WORK TO COMPLETE
Where the string "theme" occurs in a line of the data below, that line should be copied.

──────── INPUT DATA ────────

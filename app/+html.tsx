import { ScrollViewStyleReset } from 'expo-router/html';
import type { PropsWithChildren } from 'react';
import { darkPalette, lightPalette } from '../components/theme/colors';

// The page shell for web builds: viewport, colours before the bundle runs, no body scroll
// (each screen scrolls itself).
const pageColours = `
html, body { background-color: ${lightPalette.paper}; color: ${lightPalette.ink}; }
@media (prefers-color-scheme: dark) {
  html, body { background-color: ${darkPalette.paper}; color: ${darkPalette.ink}; }
}`;

export default function Root({ children }: PropsWithChildren) {
  return (
    <html lang="en">
      <head>
        <meta charSet="utf-8" />
        <meta httpEquiv="X-UA-Compatible" content="IE=edge" />
        <meta name="viewport" content="width=device-width, initial-scale=1, viewport-fit=cover" />
        <meta name="theme-color" content={lightPalette.paper} media="(prefers-color-scheme: light)" />
        <meta name="theme-color" content={darkPalette.paper} media="(prefers-color-scheme: dark)" />
        <meta name="color-scheme" content="light dark" />
        <title>Parallax</title>
        <ScrollViewStyleReset />
        <style dangerouslySetInnerHTML={{ __html: pageColours }} />
      </head>
      <body>{children}</body>
    </html>
  );
}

────────

REPLY
import { darkPalette, lightPalette } from '../components/theme/colors';
        <meta name="theme-color" content={lightPalette.paper} media="(prefers-color-scheme: light)" />
        <meta name="theme-color" content={darkPalette.paper} media="(prefers-color-scheme: dark)" />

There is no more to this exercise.